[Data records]

________

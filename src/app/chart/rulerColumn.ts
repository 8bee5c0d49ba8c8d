import type { ChartView } from '../../engine/contract.ts';
import { html, type SafeHtml } from '../../record/html.ts';
import { markedPairs, rowAt } from './likeColours.ts';

/** Where a piece of the ruler stands; lengths in units of the drawing. */
export interface ColumnPlace {
  readonly fromNm: number;
  readonly toNm: number;
  readonly x: number;
  readonly y: number;
  readonly width: number;
  readonly height: number;
  readonly fontSize: number;
}

/** Largest number of coloured strips: finer than any eye or printer tells on a ruler. */
const MOST_STRIPS = 1000;
/** Shares of the column's width: figures, colour, orders, sensitivity; look-alikes take the rest. `.chart-heads` has the same. */
const PARTS = { labels: 0.18, band: 0.37, orders: 0.1, sensitivity: 0.13 } as const;

/** "rgb(1,2,3)" of the chart at a thickness. */
export function colourAt(view: ChartView, nm: number): string {
  const i = 3 * rowAt(view, nm);
  return `rgb(${view.displayRgb[i]},${view.displayRgb[i + 1]},${view.displayRgb[i + 2]})`;
}

/** Colour strips of a stretch of thickness, equal neighbours merged; thin at the top. */
export function strips(
  view: ChartView,
  place: Omit<ColumnPlace, 'fontSize'>,
  mostStrips = MOST_STRIPS,
): SafeHtml[] {
  const { fromNm, toNm, x, y, width, height } = place;
  const count = Math.max(1, Math.min(mostStrips, Math.round((toNm - fromNm) / view.stepNm)));
  const edge = (k: number) => round(y + (height * k) / count);
  const colours = Array.from({ length: count }, (_, k) =>
    colourAt(view, fromNm + ((k + 0.5) * (toNm - fromNm)) / count),
  );
  const out: SafeHtml[] = [];
  for (let k = 0; k < count; ) {
    let end = k + 1;
    while (end < count && colours[end] === colours[k]) end++;
    // A strip reaches under the next one, or hairlines of the paper show between them.
    const bottom = end < count ? edge(end + 1) : edge(end);
    out.push(
      html`<rect x="${x}" y="${edge(k)}" width="${width}" height="${round(bottom - edge(k))}" fill="${colours[k] ?? ''}"/>`,
    );
    k = end;
  }
  return out;
}

/** The step of labelled ticks: the finest round one that leaves a label room to breathe. */
export function labelStepNm(toNm: number, height: number, fontSize: number): number {
  const least = (2.2 * fontSize * toNm) / height;
  return [50, 100, 200, 250, 500].find((step) => step >= least) ?? 1000;
}

/**
 * A stretch of the colour ruler as SVG elements: nanometres, colour with the resolvable range as a bracket, orders,
 * sensitivity (colour change a nanometre) as a curve, and look-alikes of other orders. Lines and text take
 * `currentColor`, so that it stands on paper, in the dark and in the sun.
 */
export function rulerColumn(view: ChartView, place: ColumnPlace): SafeHtml {
  const { x, width } = place;
  const bandX = x + PARTS.labels * width;
  const bandWidth = PARTS.band * width;
  const ordersX = bandX + bandWidth;
  const sensitivityX = ordersX + PARTS.orders * width;
  const likeX = sensitivityX + PARTS.sensitivity * width;
  return html`<g fill="currentColor" font-size="${place.fontSize}" font-family="system-ui, sans-serif">
${strips(view, { ...place, x: bandX, width: bandWidth })}
${ticks(place, bandX)}
${bracket(view, place, bandX)}
${orders(view, place, bandX, ordersX, PARTS.orders * width)}
${sensitivityCurve(view, place, sensitivityX, 0.9 * PARTS.sensitivity * width)}
${lookAlikeMarks(view, place, likeX)}
</g>`;
}

const round = (value: number) => Math.round(100 * value) / 100;

const toY =
  ({ fromNm, toNm, y, height }: ColumnPlace) =>
  (nm: number) =>
    round(y + ((nm - fromNm) / (toNm - fromNm)) * height);

function ticks(place: ColumnPlace, bandX: number): SafeHtml[] {
  const { fromNm, toNm, height, fontSize } = place;
  const yOf = toY(place);
  const labelNm = labelStepNm(toNm - fromNm, height, fontSize);
  const stepNm = labelNm / 5;
  const out: SafeHtml[] = [];
  for (let k = Math.ceil(fromNm / stepNm); k * stepNm <= toNm + 1e-9; k++) {
    const nm = Math.round(k * stepNm * 1e6) / 1e6;
    const isLabelled = k % 5 === 0;
    const length = isLabelled ? 0.8 * fontSize : 0.4 * fontSize;
    const left = bandX - 0.5 * fontSize;
    out.push(
      html`<path d="M${round(left)} ${yOf(nm)}h${-round(length)}" stroke="currentColor" stroke-width="${round(0.07 * fontSize)}"/>`,
    );
    if (isLabelled) {
      out.push(
        html`<text x="${round(left - length - 0.25 * fontSize)}" y="${round(yOf(nm) + 0.35 * fontSize)}" text-anchor="end">${nm}</text>`,
      );
    }
  }
  return out;
}

/** A line beside the colours with an end where colour stops telling; dashed beyond. */
function bracket(view: ChartView, place: ColumnPlace, bandX: number): SafeHtml {
  const yOf = toY(place);
  const clamp = (nm: number) => Math.min(place.toNm, Math.max(place.fromNm, nm));
  const from = clamp(view.resolvableNm.fromNm);
  const to = clamp(view.resolvableNm.toNm);
  const x = round(bandX - 0.25 * place.fontSize);
  const width = 0.16 * place.fontSize;
  const cap = 0.25 * place.fontSize;
  const endsHere = view.resolvableNm.toNm >= place.fromNm && view.resolvableNm.toNm < place.toNm;
  return html`<g stroke="currentColor" fill="none" stroke-width="${round(width)}">${to > from && html`<path d="M${x} ${yOf(from)}V${yOf(to)}"/>`}${
    endsHere && html`<path d="M${round(x - cap)} ${yOf(to)}H${round(bandX + 2 * cap)}"/>`
  }${to < place.toNm && html`<path d="M${x} ${yOf(to)}V${yOf(place.toNm)}" stroke-dasharray="${round(width)} ${round(3 * width)}"/>`}</g>`;
}

function orders(view: ChartView, place: ColumnPlace, bandX: number, x: number, width: number): SafeHtml[] {
  const { fromNm, toNm, fontSize } = place;
  const yOf = toY(place);
  const edges = [0, ...view.orderBoundariesNm, Number.POSITIVE_INFINITY];
  const out: SafeHtml[] = [];
  for (let k = 0; k + 1 < edges.length; k++) {
    const start = Math.max(fromNm, edges[k] ?? 0);
    const end = Math.min(toNm, edges[k + 1] ?? toNm);
    if (end <= start) continue;
    if (start > fromNm) {
      out.push(
        html`<path d="M${round(bandX)} ${yOf(start)}H${round(x + width)}" stroke="currentColor" stroke-width="${round(0.1 * fontSize)}"/>`,
      );
    }
    if (yOf(end) - yOf(start) < 1.4 * fontSize) continue;
    out.push(
      html`<text x="${round(x + width / 2)}" y="${round((yOf(start) + yOf(end)) / 2 + 0.35 * fontSize)}" text-anchor="middle" font-weight="600">${k + 1}</text>`,
    );
  }
  return out;
}

/** Widest at the largest sensitivity of the whole chart, so that columns of one card compare. */
function sensitivityCurve(view: ChartView, place: ColumnPlace, x: number, width: number): SafeHtml {
  const yOf = toY(place);
  let largest = 1e-9;
  for (const value of view.sensitivityPerNm) largest = Math.max(largest, value);
  const stepNm = Math.max(view.stepNm, (place.toNm - place.fromNm) / 400);
  let path = `M${round(x)} ${yOf(place.fromNm)}`;
  for (let nm = place.fromNm; nm <= place.toNm + 1e-9; nm += stepNm) {
    const share = (view.sensitivityPerNm[rowAt(view, nm)] ?? 0) / largest;
    path += `L${round(x + share * width)} ${yOf(nm)}`;
  }
  return html`<path d="${path}L${round(x)} ${yOf(place.toNm)}Z" fill-opacity="0.35"/>`;
}

/** "≈ 505" at either end of a pair; where labels would touch, the likest pair keeps its own. */
function lookAlikeMarks(view: ChartView, place: ColumnPlace, x: number): SafeHtml[] {
  const yOf = toY(place);
  const taken: number[] = [];
  const out: SafeHtml[] = [];
  for (const { aNm, bNm } of markedPairs(view)) {
    for (const [at, other] of [
      [aNm, bNm],
      [bNm, aNm],
    ] as const) {
      if (at < place.fromNm || at > place.toNm) continue;
      const y = yOf(at);
      if (taken.some((other) => Math.abs(other - y) < 1.15 * place.fontSize)) continue;
      taken.push(y);
      out.push(
        html`<text x="${round(x)}" y="${round(y + 0.35 * place.fontSize)}">≈ ${Math.round(other)}</text>`,
      );
    }
  }
  return out;
}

________

** Exercise **
Retype the lines from the one containing "const y = yOf(at);" to the last line above. Change nothing and include no others.

** Answer area **
      const y = yOf(at);
      if (taken.some((other) => Math.abs(other - y) < 1.15 * place.fontSize)) continue;
      taken.push(y);
      out.push(
        html`<text x="${round(x)}" y="${round(y + 0.35 * place.fontSize)}">≈ ${Math.round(other)}</text>`,
      );
    }
  }
  return out;
}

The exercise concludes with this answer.